I think you're quite right in your analysis of the situation.

The nominal offset of the LM358 is 2 mV and if that is the value built-in to the model, we would expect the output to be well into saturation in one direction, well past the unsaturated Vo1 and Vo2 with only .1167 mV offset.

 

But that is true for any analysis that uses the ideal opamp model.

I was hoping someone would raise that issue. That's why I included "...if no other constraints determine a value for Vo."
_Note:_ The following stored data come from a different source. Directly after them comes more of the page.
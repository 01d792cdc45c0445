"""The half-life of a whole law, and the constant that gives a law a stated half-life.

Half-life: the time for the first-named reactant of the first step to fall to half of its start. One
step with a rate that does not name time: t = int dx / r(x) over the extent, by quadrature; anything
else by integration in time. A law may never get there; that is an answer here, not a failure.
"""

from __future__ import annotations

from collections.abc import Mapping
from dataclasses import dataclass
from math import exp, inf, isfinite, log

import numpy as np

from designer import expressions
from designer.expressions import Binary, Call, Name, Negative, Node, Number, Species
from designer.plainlaw import Every, rate
from designer.records import Step

STALLED = 1e-9  # a rate this small beside the largest on the way is none


class UnreachableError(ValueError):
    """No value of the constant gives the half-life.

    left: share of the reactant that is left in the end however large the constant (None: not so);
    sooner: half-life with the constant at next to nothing, s (None: not so).
    """

    def __init__(self, left: float | None = None, sooner: float | None = None) -> None:
        super().__init__("no value of the constant gives this half-life")
        self.left = left
        self.sooner = sooner


@dataclass(frozen=True)
class Start:
    """Where a run begins: bare names (constants, conditions) and starting concentrations (mol/L)."""

    steps: tuple[Step, ...]
    names: Mapping[str, float]
    concentrations: Mapping[str, float]

    def with_constant(self, name: str, value: float) -> Start:
        """The same start with one constant at ``value``."""
        return Start(self.steps, {**self.names, name: value}, self.concentrations)

    @property
    def reactant(self) -> str:
        """First-named reactant of the first step."""
        return self.steps[0].equation.first_reactant

    @property
    def amount(self) -> float:
        """Starting concentration of that reactant, mol/L."""
        return self.concentrations.get(self.reactant, 0.0)

    @property
    def by_extent(self) -> bool:
        """Whether the rate depends on the extent of one reaction alone."""
        return len(self.steps) == 1 and "time" not in expressions.names(self.steps[0].rate)


def degree(node: Node, name: str) -> float | None:
    """d such that the expression is proportional to name^d; None where it is not a power of it."""
    match node:
        case Number() | Species():
            return 0.0
        case Name(found):
            return 1.0 if found == name else 0.0
        case Negative(operand):
            return degree(operand, name)
        case Call("sqrt", argument):
            inner = degree(argument, name)
            return None if inner is None else inner / 2
        case Call(_, argument):
            return 0.0 if degree(argument, name) == 0 else None
        case Binary("^", left, right):
            base = degree(left, name)
            if degree(right, name) != 0 or base is None:
                return None
            return base * right.value if isinstance(right, Number) else (0.0 if base == 0 else None)
        case Binary(operator, left, right):
            one, two = degree(left, name), degree(right, name)
            if one is None or two is None:
                return None
            if operator in "+-":
                return one if one == two else None
            return one + two if operator == "*" else one - two
    return None


def _path(start: Start, extents: np.ndarray) -> np.ndarray:
    """Rate at each extent (mol/L of reaction) of a single step."""
    (step,) = start.steps
    given = Every(start.concentrations)
    now = {name: given[name] + number * extents for name, number in step.equation.stoichiometry}
    here = {**{name: value + 0 * extents for name, value in given.items()}, **now}
    found = np.broadcast_to(rate(step, start.names, here, given), extents.shape)
    exhausted = np.min([value for value in now.values()], axis=0) < -1e-12 * start.amount
    return np.where(exhausted | ~np.isfinite(found), 0.0, found)


def half_life(start: Start, patience: float = inf) -> float:
    """Half-life in s; inf where the reactant never falls to half (or not within ``patience`` s)."""
    if start.amount <= 0:
        return inf
    if not start.by_extent:
        return _half_life_in_time(start, patience)
    from scipy.integrate import quad

    half = _half_extent(start)
    rates = _path(start, np.linspace(0.0, half, 201))
    if np.min(rates) <= STALLED * np.max(np.abs(rates)):
        return inf
    area = quad(lambda x: half / float(_path(start, np.array([x * half]))[0]), 0, 1, epsrel=1e-10, limit=200)
    return float(area[0])


def _half_extent(start: Start) -> float:
    number = dict(start.steps[0].equation.stoichiometry)[start.reactant]
    return start.amount / 2 / -number


def _run(start: Start, time: float) -> tuple[float, float]:
    """(share of the reactant left after ``time``, half-life if within it, else inf), by integration."""
    from scipy.integrate import solve_ivp

    order = list(dict.fromkeys(n for step in start.steps for n, _ in step.equation.stoichiometry))
    given = Every(start.concentrations)
    matrix = np.array([[dict(s.equation.stoichiometry).get(n, 0.0) for s in start.steps] for n in order])
    place, scale = order.index(start.reactant), start.amount

    def slope(clock: float, state: np.ndarray) -> np.ndarray:
        now = {**given, **dict(zip(order, state * scale, strict=True))}
        names = {**start.names, "time": clock * time}
        rates = np.array([float(rate(step, names, now, given)) for step in start.steps])
        return matrix @ np.where(np.isfinite(rates), rates, 0.0) * time / scale

    def at_half(clock: float, state: np.ndarray) -> float:
        return float(state[place] - 0.5)

    at_half.direction = -1  # type: ignore[attr-defined]
    first = np.array([given[name] for name in order]) / scale
    out = solve_ivp(slope, (0, 1), first, method="BDF", rtol=1e-8, atol=1e-11, events=at_half)
    when = out.t_events[0][0] * time if len(out.t_events[0]) else inf
    return float(out.y[place, -1]), float(when)


def _half_life_in_time(start: Start, patience: float) -> float:
    """By integration over growing times, from the first rate's own scale up to ``patience``."""
    given = Every(start.concentrations)
    first = sum(
        dict(s.equation.stoichiometry).get(start.reactant, 0.0)
        * float(rate(s, {"time": 0.0, **start.names}, given, given))
        for s in start.steps
    )
    time = start.amount / -first if first < 0 else (patience if isfinite(patience) else 1.0) / 1e3
    for _ in range(12):
        _, when = _run(start, min(time, patience))
        if isfinite(when) or time >= patience:
            return when
        time *= 10
    return inf


def left_in_the_end(start: Start) -> float:
    """Share of the reactant where a single step stalls before half of it is used up (1 = no reaction)."""
    half = _half_extent(start)
    extents = np.linspace(0.0, half, 20001)
    rates = _path(start, extents)
    stopped = np.flatnonzero(rates <= STALLED * np.max(np.abs(rates)))
    return float(1 - extents[stopped[0]] / half / 2) if len(stopped) else 0.5


def solve(start: Start, name: str, wanted: float) -> float:
    """Value of the constant ``name`` at which the law has the half-life ``wanted`` (s).

    Proportional laws need one quadrature; others a root search in ln(value).
    Raises UnreachableError.
    """
    if start.by_extent and degree(start.steps[0].rate, name) == 1:
        time = half_life(start.with_constant(name, 1.0))
        if not isfinite(time):
            raise UnreachableError(left=left_in_the_end(start.with_constant(name, 1.0)))
        return time / wanted

    from scipy.optimize import brentq

    def excess(log_value: float) -> float:
        return _excess(start.with_constant(name, exp(log_value)), wanted)

    low, high = _bracket(start, name, wanted, excess)
    return float(exp(brentq(excess, low, high, xtol=1e-10, rtol=1e-12)))


def _excess(start: Start, wanted: float) -> float:
    """Positive where the law is slower than wanted, falling through 0 at the half-life wanted."""
    if start.by_extent:
        time = half_life(start)
        return log(time / wanted) if isfinite(time) else 1e3
    return _run(start, wanted)[0] - 0.5


def _bracket(start: Start, name: str, wanted: float, excess) -> tuple[float, float]:  # type: ignore[no-untyped-def]
    """Two ln(value) between which the half-life wanted lies; the search grows from ln(1/wanted)."""
    here = log(1 / wanted)
    value = excess(here)
    direction = 1.0 if value > 0 else -1.0
    for _ in range(35):
        there = here + direction * 2.0
        following = excess(there)
        if following * value <= 0:
            return min(here, there), max(here, there)
        here, value = there, following
    far = start.with_constant(name, exp(here))
    if direction < 0:
        raise UnreachableError(sooner=half_life(far, 100 * wanted))
    raise UnreachableError(left=left_in_the_end(far) if start.by_extent else _run(far, wanted)[0])
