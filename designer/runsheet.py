"""The run sheet: what to do, in what order, what to expect, and why, as plain text.

The decision comes first, then the number, then the reason. Candidates go by letters in tables. Nothing
is computed here but differences of figures that stand in the record.
"""

from __future__ import annotations

from collections.abc import Sequence

from designer import wording
from designer.expectations import expectations
from designer.outcomes import Plan, PlannedRun, Portion
from designer.records import Study
from designer.sampletable import BLANK, letters, sample_table
from designer.wording import WIDTH, clock, columns, wrapped


def text(study: Study, plan: Plan) -> str:
    """The whole run sheet: lines of at most 100 columns, ending in a line feed."""
    parts = [
        _head(study, plan),
        _candidates(study, plan),
        *(_run(study, plan, run) for run in plan.runs),
        _used_up(study, plan),
        expectations(study, plan, letters(study)),
        _small_print(plan),
    ]
    return "\n\n".join("\n".join(part) for part in parts if part) + "\n"


def size(plan: Plan) -> str:
    """``3 runs of 4 samples, 12 samples in all``, or for recorded runs their number alone."""
    counts = [len(run.times) for run in plan.rating.schedule.runs]
    runs = f"{len(counts)} run{'s' if len(counts) > 1 else ''}"
    if not sum(counts):
        return f"{runs}, recorded continuously"
    each = f"{counts[0]}" if len(set(counts)) == 1 else f"{min(counts)} to {max(counts)}"
    return f"{runs} of {each} sample{'s' if each != '1' else ''}, {sum(counts)} in all"


def booking(plan: Plan) -> str:
    """``fits 3 h 40 of your 4 h``, ``needs 5 h 10, 70 min more than booked``, or what it takes."""
    needed = plan.rating.total_time
    time = clock(needed, "h")
    if plan.booked is None:
        return f"takes {time}"
    if needed <= plan.booked * (1 + 1e-9):
        return f"fits: {time} of your {clock(plan.booked, 'h')}"
    return f"needs {time}, {clock(needed - plan.booked)} more than booked ({clock(plan.booked, 'h')})"


def _head(study: Study, plan: Plan) -> list[str]:
    lines = wrapped(f"RUN SHEET   {plan.title}")
    if study.question:
        lines += wrapped(study.question, " " * 12)
    lines.append("=" * WIDTH)
    rating = plan.rating
    order = ", in the order given" if len(plan.runs) > 1 else ""
    lines += wrapped(f"Recommended: {size(plan)}{order}. It {booking(plan)}.")
    chance = f"The right law comes out on top in {wording.percent(rating.top)} of virtual studies"
    for precision in rating.precision:
        width = f"{precision.constant} comes out within {wording.percent(precision.half_width)}"
        chance += f"; {width} (half of its 95 % range; aim {100 * precision.asked:g} %)"
    lines += wrapped(f"{chance}.")
    lines += [line for text in _shortfalls(study, plan) for line in wrapped(text)]
    lines += wrapped(
        "± stands for one standard error of the virtual studies behind a figure. "
        "The first run is worth most, should you have to stop early."
        if len(plan.runs) > 1
        else "± stands for one standard error of the virtual studies behind a figure."
    )
    return lines


def _shortfalls(study: Study, plan: Plan) -> list[str]:
    """What was asked for and is not reached, named up front."""
    found, aim = [], study.aim
    hardest = min(plan.rating.reach_by_law, key=lambda pair: _number(pair[1].value), default=None)
    if hardest and _number(hardest[1].value) < aim.chance:
        found.append(
            f"Short of the aim: a probability of {aim.probability:g} is reached in "
            f"{wording.percent(hardest[1])} of studies when '{hardest[0]}' is true; "
            f"{100 * aim.chance:g} % was asked for."
        )
    for precision in plan.rating.precision:
        if precision.half_width.value > precision.asked:
            found.append(
                f"Short of the aim: {precision.constant} within {wording.percent(precision.half_width)}; "
                f"{100 * precision.asked:g} % was asked for."
            )
    return found


def _number(value: float) -> float:
    return value if value == value else 2.0  # what is not defined is never the hardest


def _candidates(study: Study, plan: Plan) -> list[str]:
    """Names, laws and beliefs, the belief after pilots only where it differs."""
    moved = any(abs(stated - after) > 5e-4 for _, stated, after in plan.beliefs)
    stated_by = {name: (stated, after) for name, stated, after in plan.beliefs}
    head = ["", "candidate", "belief", *(["after pilots"] if moved else []), "rate"]
    rows = []
    for name, letter in letters(study).items():
        candidate = next(c for c in study.candidates if c.name == name)
        stated, after = stated_by.get(name, (candidate.belief, candidate.belief))
        shown = [f"{100 * stated:.3g} %", *([f"{100 * after:.2g} %"] if moved else [])]
        rates = "; ".join(f"{step.equation.name} {step.text}".strip() for step in candidate.steps)
        if candidate.overrides:
            rates += f", with {wording.listed(step.equation.text for step in candidate.steps)}"
        rows.append([letter, name + (" (added)" if candidate.free_order else ""), *shown, rates])
    if max(len(row[-1]) for row in rows) > WIDTH // 2:
        table = columns(head[:-1], [row[:-1] for row in rows], kept=2)
        return ["CANDIDATES", *table, *(line for row in rows for line in _rate(row))]
    return ["CANDIDATES", *columns(head, rows, kept=2)]


def _rate(row: Sequence[str]) -> list[str]:
    return wrapped(f"rate of {row[0]}: {row[-1]}", "  ", " " * 6)


def _levers(study: Study, run: PlannedRun, fixed: bool) -> str:
    return ", ".join(
        f"{name} {wording.amount(value, study.condition(name).unit)}"
        for name, value in run.conditions
        if study.condition(name).is_fixed == fixed
    )


def _run(study: Study, plan: Plan, run: PlannedRun) -> list[str]:
    title = f"RUN {run.number} of {len(plan.runs)}   {_levers(study, run, fixed=False)}"
    lines = ["-" * WIDTH, *wrapped(title, hanging=" " * 13)]
    fixed = _levers(study, run, fixed=True)
    if fixed:
        lines += wrapped(f"at {fixed}", "  ")
    lines += [line for mark in run.marks for line in wrapped(mark, "  ", " " * 4)]
    lines += _pipetting(study, run.portions)
    if run.length is not None:
        lines += wrapped(f"Record for {clock(run.length, study.time_unit)}{_recording(study)}.", "  ")
    lines += [f"  started at {BLANK}   ended at {BLANK}   by {BLANK}", ""]
    return lines + sample_table(study, run)


def _recording(study: Study) -> str:
    """How often a recorded signal is read, and how far apart readings must be to add anything."""
    reading = next((r for r in study.readings if r.every), None)
    if reading is None or reading.every is None:
        return ""
    told = f", a reading every {clock(reading.every)}"
    if reading.memory:
        told += f" (nearer than {clock(2 * reading.memory)} they add nothing)"
    return told


def _pipetting(study: Study, portions: Sequence[Portion]) -> list[str]:
    """What goes into the vessel; the solvent last."""
    if not portions:
        return []
    drawn = [
        f"{volume(portion.volume)} of {portion.name} {_stock(study, portion)}"
        for portion in portions
        if portion.stock is not None
    ]
    solvent = [f"{volume(p.volume)} of {p.name}" for p in portions if p.stock is None]
    total = volume(sum(portion.volume for portion in portions))
    return wrapped(f"Pipette {wording.listed([*drawn, *solvent])}; {total} in all.", "  ", " " * 4)


def _stock(study: Study, portion: Portion) -> str:
    assert portion.stock is not None
    return f"stock ({wording.amount(portion.stock, study.condition(portion.name).unit)})"


def volume(litres: float) -> str:
    """A volume as it is set on a pipette: three digits, in mL, or in uL below a tenth of one."""
    unit, scale = ("mL", 1e3) if litres >= 1e-4 or litres == 0 else ("uL", 1e6)
    number = litres * scale
    shown = f"{number:#.3g}".rstrip(".") if number < 1000 else f"{number:.0f}"
    return f"{shown} {unit}"


def _used_up(study: Study, plan: Plan) -> list[str]:
    """Stocks that the whole plan uses up."""
    totals: dict[str, float] = {}
    for run in plan.runs:
        for portion in run.portions:
            totals[portion.name] = totals.get(portion.name, 0.0) + portion.volume
    if not totals:
        return []
    told = wording.listed(f"{volume(amount)} of {name}" for name, amount in totals.items())
    return ["-" * WIDTH, *wrapped(f"Needed for all runs, without spills: {told}.")]


def _small_print(plan: Plan) -> list[str]:
    """What it takes to get the same plan again."""
    versions = ", ".join(f"{name} {version}" for name, version in plan.versions)
    effort = ", ".join(f"{name.replace('_', ' ')} {count}" for name, count in plan.effort)
    return ["-" * WIDTH, *wrapped(f"seed {plan.seed}; search: {effort}; {versions}", hanging="  ")]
The standard inverting amplifier (Let Vx be the voltage at the + input and Vy be the voltage at the - input:


shows the issue. If we assume an ideal opamp, Vx=Vy=0 and the opamp gain "equals" ∞. The opamp provides that Vout = Av*(Vx-Vy) which is ∞*0. We could take this to mean that ∞*0 could be any value; for this circuit the resistors provide a constraint so that only one Vout satisfies KCL for a given Vin.

The resistors in the circuit under discussion in this thread apparently don't provide the necessary constraint; why not? How can the lack of constraint be explained in a simple, intuitive way? A full mathematical analysis shows that it's the case, but how can one look at the circuit and say immediately "that circuit is indeterminate if the opamps are ideal"?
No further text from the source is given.